Karzai's organisers took over 800 real voting stations and kept local citizens out while they stuffed the ballot boxes with votes for their man. In some provinces, the number of votes for Karzai was 10 times greater than the number of people who had shown up and voted. But the "Independent Election Commission", a body dominated by Karzai loyalists, reported that Karzai got 54 per cent of the votes and won in the first round.

Why did he do it? Maybe it was because he knew that the Obama Administration wanted him replaced, and feared that the US would try to manipulate the election in the other direction. At any rate, the damage is done, and Washington is now shackled for the next four years to a corrupt and incompetent "winner" whose contempt for the electoral process and the Afghan people is manifest.

At the moment, there is dismay in the Western capitals that have sent troops to fight in Afghanistan. How can they ask their soldiers to die defending an illegitimate regime whose leading lights are a crooked President, his drug-trading brother, and two vice-presidents who are both former warlords with much Afghan blood on their hands? But this shameful election is not just a disaster for Western policy. It's also an opportunity.
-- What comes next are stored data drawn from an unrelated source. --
import { reject, type Ctx } from './row-issues.ts';
import type { ProcedureInfo, RowContext } from './row-schemas.ts';

/**
 * Figures are kept between 1e-100 and 1e100 in magnitude (or exactly 0), so that squares and sums over
 * any month stay finite, normal IEEE 754 doubles (common practice: a safety net below the catalogue's
 * plausibility limits, for analytes without them).
 */
const MIN_MAGNITUDE = 1e-100;
const MAX_MAGNITUDE = 1e100;

export const shown = (value: number) =>
  Number.isFinite(value) ? String(Number(value.toPrecision(6))) : String(value);

/** A figure in the analyte's unit: finite, computable, within the catalogue's plausibility limits. */
export function plausibleFigure(ctx: Ctx, column: string, value: number, procedure: ProcedureInfo): boolean {
  const unit = procedure.analyteUnit;
  if (!Number.isFinite(value)) {
    reject(ctx, column, 'not_finite', `${column} is not a finite number once converted to ${unit}`);
    return false;
  }
  const { plausibleLow: low, plausibleHigh: high } = procedure;
  if ((low !== null && value < low) || (high !== null && value > high)) {
    const range = `${low ?? '−∞'} to ${high ?? '∞'} ${unit}`;
    const source = procedure.plausibilitySource ? `; source: ${procedure.plausibilitySource}` : '';
    reject(
      ctx,
      column,
      'implausible_value',
      `${column} ${shown(value)} ${unit} is outside the plausible range of ${procedure.analyteName} (${range}${source})`,
    );
    return false;
  }
  const magnitude = Math.abs(value);
  if (magnitude !== 0 && (magnitude < MIN_MAGNITUDE || magnitude > MAX_MAGNITUDE)) {
    reject(
      ctx,
      column,
      'out_of_range',
      `${column} ${shown(value)} ${unit} is outside the range figures are computed in (1e-100 to 1e100)`,
    );
    return false;
  }
  return true;
}

/** Mean > 0 (unless the analyte allows negative results), SD computable, CV and n within the settings. */
export function plausibleSummary(
  ctx: Ctx,
  row: { procedure: ProcedureInfo; n: number; mean: number; sd: number },
  context: RowContext,
): boolean {
  const { procedure, n, mean, sd } = row;
  let ok = plausibleFigure(ctx, 'mean', mean, procedure);
  if (ok && !procedure.allowsNegative && !(mean > 0)) {
    reject(
      ctx,
      'mean',
      'mean_not_positive',
      `mean must be greater than 0 for ${procedure.analyteName}, got ${shown(mean)} ${procedure.analyteUnit}`,
    );
    ok = false;
  }
  if (!Number.isFinite(sd)) {
    reject(ctx, 'sd', 'not_finite', `sd is not a finite number once converted to ${procedure.analyteUnit}`);
    ok = false;
  } else if (sd < MIN_MAGNITUDE || sd > MAX_MAGNITUDE) {
    reject(
      ctx,
      'sd',
      'out_of_range',
      `sd ${shown(sd)} is outside the range figures are computed in (1e-100 to 1e100)`,
    );
    ok = false;
  } else if (ok && mean > 0) {
    const cv = (100 * sd) / mean;
    if (cv > context.limits.maxCvPct) {
      reject(
        ctx,
        'sd',
        'cv_too_high',
        `the CV (100 · sd / mean) is ${shown(cv)} %, above the network's limit of ${context.limits.maxCvPct} %`,
      );
      ok = false;
    }
  }
  if (n > context.limits.maxN) {
    reject(ctx, 'n', 'n_too_large', `n must be at most ${context.limits.maxN}, got ${n}`);
    ok = false;
  }
  return ok;
}
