export * from './errors.ts';
export * from './common.ts';
export * from './auth.ts';
export * from './audit.ts';
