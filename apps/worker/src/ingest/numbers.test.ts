import { describe, expect, it } from 'vitest';
import { parseDecimal, parseWholeNumber } from './numbers.ts';

describe('parseDecimal', () => {
  it('when the cell uses a decimal point, then it is read in any file', () => {
    expect(parseDecimal(' 5.43 ', false)).toBe(5.43);
    expect(parseDecimal('-0.5', false)).toBe(-0.5);
    expect(parseDecimal('.5', false)).toBe(0.5);
    expect(parseDecimal('1.2e3', false)).toBe(1200);
  });

  it('when the cell uses a decimal comma, then it is read only where decimal commas are allowed', () => {
    expect(parseDecimal('5,43', true)).toBe(5.43);
    expect(parseDecimal('5,43', false)).toBeNull();
  });

  it('when the cell has thousands separators or text, then it is refused rather than guessed', () => {
    expect(parseDecimal('1,234.5', true)).toBeNull();
    expect(parseDecimal('1 234', true)).toBeNull();
    expect(parseDecimal('5.4 mmol/L', false)).toBeNull();
    expect(parseDecimal('', false)).toBeNull();
    expect(parseDecimal('NaN', false)).toBeNull();
    expect(parseDecimal('Infinity', false)).toBeNull();
  });
});

describe('parseWholeNumber', () => {
  it('when the cell is a whole number, then it is read; decimals are refused', () => {
    expect(parseWholeNumber(' 20 ')).toBe(20);
    expect(parseWholeNumber('2.0')).toBeNull();
    expect(parseWholeNumber('two')).toBeNull();
  });
});
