// Runs before every web test file: unmount what a test rendered, forget its session and its mocks.
import { cleanup } from '@testing-library/react';
import { afterEach, vi } from 'vitest';
import { endSession } from '../lib/session.ts';

afterEach(() => {
  cleanup();
  endSession('signed-out');
  localStorage.clear();
  vi.unstubAllGlobals();
  vi.restoreAllMocks();
});
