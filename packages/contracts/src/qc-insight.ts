import { z } from 'zod';
import { periodKeySchema, uuidSchema } from './common.ts';

/** Kinds of change a lab records for a procedure. */
export const procedureEventKinds = [
  'reagent-lot',
  'calibrator-lot',
  'control-lot',
  'maintenance',
  'recalibration',
  'software-update',
  'other',
] as const;
export const procedureEventKindSchema = z.enum(procedureEventKinds);
export type ProcedureEventKind = z.infer<typeof procedureEventKindSchema>;

const isoDay = z
  .string()
  .regex(/^\d{4}-\d{2}-\d{2}$/, 'must be a date written YYYY-MM-DD')
  .refine((value) => {
    const day = new Date(`${value}T00:00:00Z`);
    return !Number.isNaN(day.getTime()) && day.toISOString().slice(0, 10) === value;
  }, 'is not a calendar date');

// POST /api/labs/:labId/procedures/:procedureId/events
export const procedureEventCreateSchema = z.object({
  occurredOn: isoDay,
  kind: procedureEventKindSchema,
  note: z.string().trim().max(1000).default(''),
});
export type ProcedureEventCreate = z.infer<typeof procedureEventCreateSchema>;

export const procedureEventSchema = z.object({
  id: uuidSchema,
  procedureId: uuidSchema,
  procedureCode: z.string(),
  occurredOn: z.string(),
  kind: procedureEventKindSchema,
  note: z.string(),
  /** Name of the person, or "API token" for middleware. */
  recordedBy: z.string(),
  createdAt: z.string(),
});
export type ProcedureEvent = z.infer<typeof procedureEventSchema>;

/** Result of POST /api/labs/:labId/procedure-events (CSV from middleware): all rows stored, or none. */
export const procedureEventImportSchema = z.object({ created: z.number().int() });

// GET /api/labs/:labId/procedures/:procedureId/shifts?level=
export const detectedShiftSchema = z.object({
  controlLotId: uuidSchema,
  controlLot: z.string(),
  level: z.number().int(),
  /** First period after the shift (the estimated change point) and the period of the signal. */
  period: periodKeySchema,
  signalPeriod: periodKeySchema,
  /** Estimated shift in SDI, and in % of the peer mean (mean bias % after − before). */
  sizeSdi: z.number(),
  sizePct: z.number().nullable(),
  direction: z.enum(['up', 'down']),
  confidence: z.number(),
  /** Recorded events of the procedure nearest before the change point, within the window, newest first. */
  events: z.array(procedureEventSchema),
});
export type DetectedShiftItem = z.infer<typeof detectedShiftSchema>;

export const procedureShiftsSchema = z.object({
  procedureId: uuidSchema,
  method: z.string(),
  /** Days before the change point in which events are looked for. */
  eventWindowDays: z.number().int(),
  series: z.array(
    z.object({
      controlLotId: uuidSchema,
      controlLot: z.string(),
      level: z.number().int(),
      points: z.array(z.object({ period: periodKeySchema, sdi: z.number(), biasPct: z.number().nullable() })),
    }),
  ),
  shifts: z.array(detectedShiftSchema),
});
export type ProcedureShifts = z.infer<typeof procedureShiftsSchema>;
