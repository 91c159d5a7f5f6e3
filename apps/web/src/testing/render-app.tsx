// Renders the real route tree at a URL, in memory, optionally signed in as a role.
import { render } from '@testing-library/react';
import userEvent from '@testing-library/user-event';
import { createMemoryRouter, RouterProvider } from 'react-router-dom';
import type { Role } from '@plumbline/contracts';
import { AppProvider } from '../app/provider.tsx';
import { createAppRoutes } from '../app/router.tsx';
import { createQueryClient } from '../lib/query-client.ts';
import { startSession } from '../lib/session.ts';
import { buildSession } from './data.ts';

export function createTestQueryClient() {
  return createQueryClient({ defaultOptions: { queries: { retry: false }, mutations: { retry: false } } });
}

export function renderApp(url: string, options: { signedInAs?: Role } = {}) {
  if (options.signedInAs) startSession(buildSession(options.signedInAs));
  const queryClient = createTestQueryClient();
  const router = createMemoryRouter(createAppRoutes(queryClient), { initialEntries: [url] });
  const user = userEvent.setup();
  const result = render(
    <AppProvider queryClient={queryClient}>
      <RouterProvider router={router} />
    </AppProvider>,
  );
  return { ...result, router, user, queryClient };
}
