// Replaces fetch with answers keyed by "METHOD /path" (path without the query string).
import { vi } from 'vitest';

export type RecordedRequest = {
  method: string;
  path: string;
  /** The query string's parameters (handlers are keyed by path only). */
  query: URLSearchParams;
  headers: Headers;
  /** How cookies were sent (the session travels in the API's httpOnly cookie). */
  credentials: RequestCredentials | undefined;
  body: unknown;
};
export type MockAnswer = { status: number; body?: unknown };
type Handler = MockAnswer | ((request: RecordedRequest) => MockAnswer);

export function jsonResponse(answer: MockAnswer): Response {
  if (answer.body === undefined) return new Response(null, { status: answer.status });
  return new Response(JSON.stringify(answer.body), {
    status: answer.status,
    headers: { 'Content-Type': 'application/json' },
  });
}

export function mockApi(handlers: Record<string, Handler>) {
  const requests: RecordedRequest[] = [];
  const fetchMock = vi.fn(async (input: RequestInfo | URL, init: RequestInit = {}) => {
    const url = new URL(String(input), 'http://localhost');
    const method = (init.method ?? 'GET').toUpperCase();
    const body = typeof init.body === 'string' ? JSON.parse(init.body) : init.body;
    const request: RecordedRequest = {
      method,
      path: url.pathname,
      query: url.searchParams,
      headers: new Headers(init.headers),
      credentials: init.credentials,
      body,
    };
    requests.push(request);
    const handler = handlers[`${method} ${url.pathname}`];
    if (!handler) {
      return jsonResponse({
        status: 501,
        body: {
          error: { code: 'internal', message: `test has no mock answer for ${method} ${url.pathname}` },
        },
      });
    }
    return jsonResponse(typeof handler === 'function' ? handler(request) : handler);
  });
  vi.stubGlobal('fetch', fetchMock);
  return { fetchMock, requests };
}
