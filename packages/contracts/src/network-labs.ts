import { z } from 'zod';
import { uuidSchema } from './common.ts';

const reasonSchema = z
  .preprocess(
    (v) => (typeof v === 'string' && v.trim() === '' ? null : v),
    z.string().trim().max(500).nullable(),
  )
  .optional();

// ---------- labs ----------

/** The de-identifying code other labs may see; it should not reveal who the lab is. */
export const labCodeSchema = z
  .string()
  .trim()
  .regex(/^[A-Za-z0-9][A-Za-z0-9-]{1,19}$/, 'use 2 to 20 letters, digits or hyphens');
export const preferredUnitsSchema = z.enum(['si', 'conventional']);

export const labCreateSchema = z.object({
  code: labCodeSchema,
  name: z.string().trim().min(1, 'enter the lab name').max(200),
  preferredUnits: preferredUnitsSchema.optional(),
  reason: reasonSchema,
});
export type LabCreate = z.infer<typeof labCreateSchema>;

export const labUpdateSchema = z.object({
  code: labCodeSchema.optional(),
  name: z.string().trim().min(1, 'enter the lab name').max(200).optional(),
  active: z.boolean().optional(),
  preferredUnits: preferredUnitsSchema.optional(),
  reason: reasonSchema,
});
export type LabUpdate = z.infer<typeof labUpdateSchema>;

export const labDeactivateSchema = z.object({ reason: reasonSchema });

export const labDetailSchema = z.object({
  id: uuidSchema,
  code: z.string(),
  name: z.string(),
  active: z.boolean(),
  preferredUnits: preferredUnitsSchema,
  createdAt: z.string(),
});
export type LabDetail = z.infer<typeof labDetailSchema>;

// ---------- lab users and invitations ----------

/** Roles a lab user may hold; coordinators belong to the network, not to a lab. */
export const labRoleSchema = z.enum(['analyst', 'supervisor']);

export const invitationCreateSchema = z.object({
  email: z.email('enter a valid e-mail address').transform((s) => s.toLowerCase()),
  name: z.string().trim().min(1, 'enter the person’s name').max(200),
  role: labRoleSchema,
});
export type InvitationCreate = z.input<typeof invitationCreateSchema>;

export const invitationCreatedSchema = z.object({
  invitationId: uuidSchema,
  user: z.object({
    id: uuidSchema,
    email: z.string(),
    name: z.string(),
    role: labRoleSchema,
    labId: uuidSchema,
  }),
  expiresAt: z.string(),
  /** Shown to the inviter until invitations are e-mailed. */
  link: z.string(),
});
export type InvitationCreated = z.infer<typeof invitationCreatedSchema>;

export const invitationInfoSchema = z.object({
  email: z.string(),
  name: z.string(),
  labName: z.string(),
  expiresAt: z.string(),
});
export type InvitationInfo = z.infer<typeof invitationInfoSchema>;

/**
 * A new password: at least 12 characters, not only spaces, no composition rules (NIST SP 800-63B,
 * section 3.1.1.2: length and a blocklist instead of character-class rules). The API also refuses
 * passwords on its list of common passwords.
 */
export const newPasswordSchema = z
  .string()
  .min(12, 'use at least 12 characters')
  .max(200, 'use at most 200 characters')
  .refine((value) => value.trim().length > 0, 'a password of only spaces is not allowed');

export const invitationAcceptSchema = z.object({
  token: z.string().min(1, 'the invitation token is missing').max(200),
  password: newPasswordSchema,
});
export type InvitationAccept = z.infer<typeof invitationAcceptSchema>;

export const labUserSchema = z.object({
  id: uuidSchema,
  email: z.string(),
  name: z.string(),
  role: labRoleSchema,
  active: z.boolean(),
  /** Invited and not yet accepted. */
  invitationPending: z.boolean(),
  createdAt: z.string(),
});
export type LabUser = z.infer<typeof labUserSchema>;

export const labUserUpdateSchema = z
  .object({ role: labRoleSchema.optional(), active: z.boolean().optional(), reason: reasonSchema })
  .refine((v) => v.role !== undefined || v.active !== undefined, {
    message: 'give a role or an active flag to change',
  });
export type LabUserUpdate = z.infer<typeof labUserUpdateSchema>;

// ---------- procedures across the network ----------

export const networkProceduresQuerySchema = z.object({
  analyteId: uuidSchema.optional(),
  instrumentModelId: uuidSchema.optional(),
  methodId: uuidSchema.optional(),
  labId: uuidSchema.optional(),
  /** Only procedures that no tier can peer. */
  unpeerable: z.stringbool().optional(),
  /** Labs a tier needs before its figures are published (docs/methods.md: 3, a setting). */
  minLabs: z.coerce.number().int().min(1).max(100).default(3),
  limit: z.coerce.number().int().min(1).max(500).default(100),
  offset: z.coerce.number().int().min(0).default(0),
});
export type NetworkProceduresQuery = z.infer<typeof networkProceduresQuerySchema>;

const ref = z.object({ id: uuidSchema, code: z.string(), name: z.string() });
export const networkProcedureSchema = z.object({
  id: uuidSchema,
  code: z.string(),
  unit: z.string(),
  lab: ref.extend({ active: z.boolean() }),
  analyte: ref,
  instrumentModel: ref,
  method: ref,
  reagent: ref,
  /** Active labs sharing this procedure's key at each tier (the procedure's own lab included). */
  peerable: z.object({
    instrument: z.object({ labs: z.number(), enough: z.boolean() }),
    method: z.object({ labs: z.number(), enough: z.boolean() }),
    analyte: z.object({ labs: z.number(), enough: z.boolean() }),
  }),
  unpeerable: z.boolean(),
});
export type NetworkProcedure = z.infer<typeof networkProcedureSchema>;

export const networkProceduresPageSchema = z.object({
  total: z.number(),
  minLabs: z.number(),
  items: z.array(networkProcedureSchema),
});
export type NetworkProceduresPage = z.infer<typeof networkProceduresPageSchema>;
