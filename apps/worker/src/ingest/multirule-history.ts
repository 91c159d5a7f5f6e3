import { sql } from 'drizzle-orm';
import type { Database } from '@plumbline/db';
import type { HistoryPoint } from '@plumbline/stats';
import type { GroupResults } from './multirule-points.ts';
import type { ValuesBuffer } from './values-buffer.ts';

/**
 * Earlier values a month's multirule evaluation takes as context, per level: 10-x, the longest rule,
 * looks back ten values, so the last ten of each level also hold the last ten across levels.
 */
export const HISTORY_PER_LEVEL = 10;

/** The calendar month before a 'YYYY-MM' period. */
export function previousPeriod(period: string): string {
  const year = Number(period.slice(0, 4));
  const month = Number(period.slice(5, 7));
  return month === 1 ? `${year - 1}-12` : `${year}-${String(month - 1).padStart(2, '0')}`;
}

/** The last HISTORY_PER_LEVEL points of each level, keeping their order (oldest first). */
export function lastPerLevel(points: readonly HistoryPoint[]): HistoryPoint[] {
  const kept = new Map<number, number>();
  const keep = new Array<boolean>(points.length).fill(false);
  for (let i = points.length - 1; i >= 0; i--) {
    const count = kept.get(points[i].level) ?? 0;
    if (count < HISTORY_PER_LEVEL) {
      keep[i] = true;
      kept.set(points[i].level, count + 1);
    }
  }
  return points.filter((_, i) => keep[i]);
}

/**
 * A group's evaluated values as history for the next month's group of the same procedure and lot:
 * values with a z (levels with a target), in time order, the last HISTORY_PER_LEVEL of each level.
 */
export function historyOfGroup(
  buffer: ValuesBuffer,
  rows: ArrayLike<number>,
  result: GroupResults,
): HistoryPoint[] {
  const points: HistoryPoint[] = [];
  for (let t = 0; t < result.timeOrder.length; t++) {
    const k = result.timeOrder[t];
    if (!Number.isFinite(result.z[k])) continue;
    points.push({ level: buffer.series[buffer.seriesOf(rows[k])].level, z: result.z[k] });
  }
  return lastPerLevel(points);
}

/**
 * The stored values of the month before each group's period (same procedure and lot, every level) that
 * carry a z, as history keyed `procedureId|controlLotId|period` of the group they precede. Their z is
 * the one stored when they were evaluated, against the target of their own month.
 */
export async function storedHistory(
  tx: Database,
  groups: readonly { procedureId: string; controlLotId: string; period: string }[],
): Promise<Map<string, HistoryPoint[]>> {
  const history = new Map<string, HistoryPoint[]>();
  if (groups.length === 0) return history;
  const result = await tx.execute<{
    procedureId: string;
    controlLotId: string;
    period: string;
    level: number;
    z: number;
  }>(sql`
    select procedure_id as "procedureId", control_lot_id as "controlLotId", period, level, z
      from (select v.procedure_id, v.control_lot_id, v.period, v.level, v.z, v.measured_at, v.id,
                   row_number() over (partition by v.procedure_id, v.control_lot_id, v.period, v.level
                                      order by v.measured_at desc, v.id desc) as back
              from qc_values v
              join unnest(${sql.param(groups.map((g) => g.procedureId))}::uuid[],
                          ${sql.param(groups.map((g) => g.controlLotId))}::uuid[],
                          ${sql.param(groups.map((g) => previousPeriod(g.period)))}::text[])
                   as wanted(procedure_id, control_lot_id, period)
                on wanted.procedure_id = v.procedure_id and wanted.control_lot_id = v.control_lot_id
               and wanted.period = v.period
             where v.z is not null) as recent
     where back <= ${HISTORY_PER_LEVEL}
     order by "procedureId", "controlLotId", measured_at, level, id`);
  const nextPeriod = new Map(
    groups.map((g) => [`${g.procedureId}|${g.controlLotId}|${previousPeriod(g.period)}`, g.period]),
  );
  for (const row of result.rows) {
    const period = nextPeriod.get(`${row.procedureId}|${row.controlLotId}|${row.period}`);
    if (period === undefined) continue;
    const key = `${row.procedureId}|${row.controlLotId}|${period}`;
    const list = history.get(key);
    const point = { level: row.level, z: row.z };
    if (list) list.push(point);
    else history.set(key, [point]);
  }
  return history;
}
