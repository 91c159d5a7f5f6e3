import { normalizeHeader } from './csv-format.ts';

/**
 * Checks shared by every upload kind before a file is read as CSV: is it text at all, which header
 * names are repeated, which cells a spreadsheet would run as a formula, and control characters in
 * texts we store. Pure functions on bytes and strings, so the API's preview and the worker agree.
 */

/** How the bytes of a text file are decoded. */
export type TextEncoding = 'utf-8' | 'windows-1252';

/** Magic numbers of formats labs send by mistake, with the words used to name them. */
const SIGNATURES: readonly { bytes: readonly number[]; what: string }[] = [
  { bytes: [0x1f, 0x8b], what: 'a gzip archive' },
  {
    bytes: [0x50, 0x4b, 0x03, 0x04],
    what: 'a zip archive (an .xlsx workbook is one: save the sheet as CSV)',
  },
  { bytes: [0x50, 0x4b, 0x05, 0x06], what: 'an empty zip archive' },
  { bytes: [0xd0, 0xcf, 0x11, 0xe0], what: 'an old-style Excel (.xls) workbook: save the sheet as CSV' },
  { bytes: [0x25, 0x50, 0x44, 0x46], what: 'a PDF document' },
  { bytes: [0x42, 0x5a, 0x68], what: 'a bzip2 archive' },
  { bytes: [0x37, 0x7a, 0xbc, 0xaf, 0x27, 0x1c], what: 'a 7-Zip archive' },
  { bytes: [0xfd, 0x37, 0x7a, 0x58, 0x5a, 0x00], what: 'an xz archive' },
  { bytes: [0x89, 0x50, 0x4e, 0x47], what: 'a PNG image' },
  { bytes: [0xff, 0xd8, 0xff], what: 'a JPEG image' },
];

const startsWith = (head: Uint8Array, bytes: readonly number[]) =>
  head.length >= bytes.length && bytes.every((b, i) => head[i] === b);

/**
 * Windows-1252 leaves five bytes undefined (0x81, 0x8D, 0x8F, 0x90, 0x9D; WHATWG Encoding Standard,
 * index-windows-1252); C0 control bytes other than tab, line feed and carriage return do not occur in
 * a text file. A head that is not UTF-8 but avoids all of these is read as Windows-1252, the encoding
 * spreadsheets on Windows write "CSV" in (common practice).
 */
function looksLikeWindows1252(head: Uint8Array): boolean {
  for (const b of head) {
    if (b < 0x20 && b !== 0x09 && b !== 0x0a && b !== 0x0d) return false;
    if (b === 0x81 || b === 0x8d || b === 0x8f || b === 0x90 || b === 0x9d) return false;
  }
  return true;
}

/**
 * Decides from the first bytes of a file (the first 64 KB is plenty) whether it is text, and how to
 * decode it. UTF-16 is refused, with or without a byte-order mark: labs are asked for UTF-8, and a
 * UTF-16 file read as UTF-8 would be all NUL bytes.
 */
export function sniffTextFile(
  head: Uint8Array,
  isComplete: boolean,
): { encoding: TextEncoding } | { problem: string } {
  const notText = (what: string) => ({ problem: `This is not a text file: it looks like ${what}.` });
  if (
    head.length >= 2 &&
    ((head[0] === 0xff && head[1] === 0xfe) || (head[0] === 0xfe && head[1] === 0xff))
  ) {
    return {
      problem:
        'The file is saved as UTF-16 text. Save it as UTF-8 ("CSV UTF-8" in most spreadsheets) and upload it again.',
    };
  }
  for (const signature of SIGNATURES) if (startsWith(head, signature.bytes)) return notText(signature.what);
  const nul = head.indexOf(0);
  if (nul !== -1) {
    // Text saved as UTF-16 without a byte-order mark has a NUL beside nearly every ASCII character.
    const zeros = head.reduce((count, b) => count + (b === 0 ? 1 : 0), 0);
    if (zeros * 3 >= head.length) {
      return {
        problem:
          'This is not a UTF-8 text file: it looks like UTF-16 text without a byte-order mark. Save it as UTF-8 and upload it again.',
      };
    }
    return notText(`binary data (a NUL byte at byte ${nul + 1})`);
  }
  // The head may end inside a multi-byte character: leave out up to 3 trailing bytes when checking.
  const checked = isComplete ? head : head.subarray(0, completeUtf8Length(head));
  if (isUtf8(checked)) return { encoding: 'utf-8' };
  if (looksLikeWindows1252(head)) return { encoding: 'windows-1252' };
  return notText('binary data: it is neither UTF-8 nor Windows-1252 (Latin-1) text');
}

/** Whether the bytes are valid UTF-8 (WHATWG decoder, fatal mode). */
export function isUtf8(bytes: Uint8Array): boolean {
  try {
    new TextDecoder('utf-8', { fatal: true }).decode(bytes);
    return true;
  } catch {
    return false;
  }
}

/** The length of the bytes without a multi-byte UTF-8 character cut off at the end. */
export function completeUtf8Length(bytes: Uint8Array): number {
  const end = bytes.length;
  for (let back = 1; back <= Math.min(3, end); back++) {
    const b = bytes[end - back];
    if ((b & 0xc0) === 0x80) continue; // a continuation byte: look further back
    const needed = b >= 0xf0 ? 4 : b >= 0xe0 ? 3 : b >= 0xc0 ? 2 : 1;
    return needed > back ? end - back : end;
  }
  return end;
}

/**
 * Removes C0 and C1 control characters and DEL (NUL included) from a text we store, such as an error
 * message that quotes a cell: PostgreSQL refuses NUL in text and JSON, and the others garble screens
 * and logs. Line breaks and tabs become spaces.
 */
export function stripControlCharacters(text: string): string {
  // eslint-disable-next-line no-control-regex
  return text.replace(/[\t\n\r]/g, ' ').replace(/[\u0000-\u001f\u007f-\u009f]/g, '');
}

/** The first header repeated in the file (names compared as the column mapping compares them), or null. */
export function duplicateHeader(headers: readonly string[]): string | null {
  const seen = new Set<string>();
  for (const header of headers) {
    const key = normalizeHeader(header);
    if (key === '') continue;
    if (seen.has(key)) return header;
    seen.add(key);
  }
  return null;
}

/**
 * Whether a text cell would run as a formula when the data is opened in a spreadsheet: it starts with
 * =, +, -, @, a tab or a carriage return (OWASP, "CSV Injection").
 */
export function isFormulaLike(text: string): boolean {
  return /^[=+\-@\t\r]/.test(text);
}
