import { z } from 'zod';
import { periodKeySchema, uuidSchema } from './common.ts';

// GET /api/lot-comparisons?analyteId=&period=
export const lotComparisonsQuerySchema = z.object({
  analyteId: uuidSchema,
  /** The month after the lot change: compared with the month before it. */
  period: periodKeySchema,
});
export type LotComparisonsQuery = z.infer<typeof lotComparisonsQuerySchema>;

/** Mean and between-lab SD of the lab means of one lot in its month. */
export const lotPeerSchema = z.object({
  controlLotId: uuidSchema,
  lotNumber: z.string(),
  period: periodKeySchema,
  labs: z.number().int(),
  mean: z.number(),
  sd: z.number().nullable(),
});

/** A difference (new lot − old lot) in the analyte's unit and in % of the old lot's peer mean, with its 95 % CI. */
export const lotDifferenceSchema = z.object({
  difference: z.number(),
  low: z.number(),
  high: z.number(),
  differencePct: z.number().nullable(),
  lowPct: z.number().nullable(),
  highPct: z.number().nullable(),
  dof: z.number(),
});
export type LotDifference = z.infer<typeof lotDifferenceSchema>;

export const lotVerdictSchema = z.enum(['lot-effect', 'no-common-shift', 'too-few-labs']);
export type LotVerdict = z.infer<typeof lotVerdictSchema>;

export const lotComparisonSchema = z.object({
  level: z.number().int(),
  fromLot: lotPeerSchema,
  toLot: lotPeerSchema,
  /** Labs (procedures) that reported the old lot in the month before and the new lot in the month. */
  pairedLabs: z.number().int(),
  /** Per-lab differences new − old, for the chart; no lab is named. */
  labDifferences: z.array(z.number()),
  labsHigher: z.number().int(),
  labsLower: z.number().int(),
  /** Paired labs that recorded a reagent-lot change (procedure event) in either month. */
  reagentLotChanges: z.number().int(),
  /** Paired t interval of the mean per-lab difference; null with fewer than 2 paired labs. */
  paired: lotDifferenceSchema.nullable(),
  /** Welch interval of the difference of the two lots' peer means; null with fewer than 2 labs per lot. */
  welch: lotDifferenceSchema.nullable(),
  verdict: lotVerdictSchema,
  /** The verdict in plain words. */
  explanation: z.string(),
});
export type LotComparison = z.infer<typeof lotComparisonSchema>;

export const lotComparisonsSchema = z.object({
  analyteId: uuidSchema,
  analyteCode: z.string(),
  analyteName: z.string(),
  unit: z.string(),
  period: periodKeySchema,
  previousPeriod: periodKeySchema,
  comparisons: z.array(lotComparisonSchema),
  caution: z.string(),
});
export type LotComparisons = z.infer<typeof lotComparisonsSchema>;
President Obama made a huge mistake in accepting the Washington orthodoxy that the war in Afghanistan is both vital to US interests and winnable. If he doesn't turn around and start looking for a way out, it may destroy his administration in the end.

But the hardest thing in politics is to change course: you are punished far more severely for admitting a mistake than for making it in the first place.

What Obama could now say if he wanted, however, is: "This changes everything."

It doesn't, really, because the war in Afghanistan has been unwinnable for years, and it was never a vital US interest.

Nor was Karzai's regime honest or competent before this election. But Obama could say that the revelation of the true nature of the regime that the United States is supporting has forced him to reconsider the scale of the US military commitment in Afghanistan, and he could then start working his way towards the door.

Suppose he does that, and that in a couple of years he is safely out of the door. The last US and other foreign troops have gone home, leaving Karzai to his fate. What happens then?

This is the tricky bit, because of course we cannot know for sure. But here are some significant facts to consider.

The 9/11 attacks were not planned in Afghanistan. They were planned by al Qaeda operatives in Germany and Florida, and it is very unlikely that the Taleban Government of Afghanistan had advance warning of them.

The Taleban and al Qaeda were not "allies", although they held similar views about the right way for Muslims to live. The mainly Arab senior members of al Qaeda were in Afghanistan in 1996-2001 because they had fought alongside the Afghans as foreign volunteers during the war against the Soviet occupation in the 1980s. The Taleban leaders felt a debt of honour towards them, and gave them refuge.

The Taleban never ruled all of Afghanistan. They controlled their own Pashtun homeland in the south and east, plus Kabul and some other bits, but the militias of the other ethnic groups always held out in the north.

So why does Western political rhetoric take it for granted that the Taleban would gain control of all of Afghanistan if Western troops left, or that they would then allow al Qaeda to have bases in the country again, or that they have the slightest desire to attack the West?

If Western troops did pull out of Afghanistan, Hamid Karzai would try to make a deal with the Taleban, and he might succeed. Even if he failed, few Western interests are at stake in the outcome. This outrageous parody of an election has given Barack Obama the political room he needs to save himself, and he should seize the opportunity.

* Gwynne Dyer is an independent journalist based in London.